**What is expected:** Set down every record below exactly as it stands.

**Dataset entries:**
---+---
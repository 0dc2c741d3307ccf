import { toSlug } from "@/lib/slug";
import { createHash, randomBytes } from "node:crypto";
import type { Knex } from "knex";
import type { Tables } from "knex/types/tables";

// A link token is 32 random bytes; only its SHA-256 is stored.
export function newToken(): { token: string; hash: string } {
  const token = randomBytes(32).toString("base64url");
  return { token, hash: hashToken(token) };
}

export function hashToken(token: string): string {
  return createHash("sha256").update(token).digest("hex");
}

/** A mailed link's row (password reset, address proof) while it still works: unused and unexpired, locked until the transaction ends. */
export function openLinkRow(trx: Knex.Transaction, table: "password_resets" | "email_verifications", token: string): Promise<Tables["password_resets"] | undefined> {
  return trx<Tables["password_resets"]>(table).where({ token_hash: hashToken(token) }).whereNull("used_at").andWhere("expires_at", ">", trx.fn.now()).forUpdate().first();
}

export const INVITATION_DAYS = 7;
export const RESET_MINUTES = 60;

/** A URL-safe group slug from its name, with a short suffix to keep it unique. */
export function slugify(name: string, suffix: string): string {
  const base = toSlug(name, 48);
  return `${base || "group"}-${suffix}`;
}

export const VERIFY_HOURS = 48;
---+---
**Exercise output:**
repository 0dc2c741d3307ccf
import { toSlug } from "@/lib/slug";
import { createHash, randomBytes } from "node:crypto";
import type { Knex } from "knex";
import type { Tables } from "knex/types/tables";

// A link token is 32 random bytes; only its SHA-256 is stored.
export function newToken(): { token: string; hash: string } {
  const token = randomBytes(32).toString("base64url");
  return { token, hash: hashToken(token) };
}

export function hashToken(token: string): string {
  return createHash("sha256").update(token).digest("hex");
}

/** A mailed link's row (password reset, address proof) while it still works: unused and unexpired, locked until the transaction ends. */
export function openLinkRow(trx: Knex.Transaction, table: "password_resets" | "email_verifications", token: string): Promise<Tables["password_resets"] | undefined> {
  return trx<Tables["password_resets"]>(table).where({ token_hash: hashToken(token) }).whereNull("used_at").andWhere("expires_at", ">", trx.fn.now()).forUpdate().first();
}

export const INVITATION_DAYS = 7;
export const RESET_MINUTES = 60;

/** A URL-safe group slug from its name, with a short suffix to keep it unique. */
export function slugify(name: string, suffix: string): string {
  const base = toSlug(name, 48);
  return `${base || "group"}-${suffix}`;
}

export const VERIFY_HOURS = 48;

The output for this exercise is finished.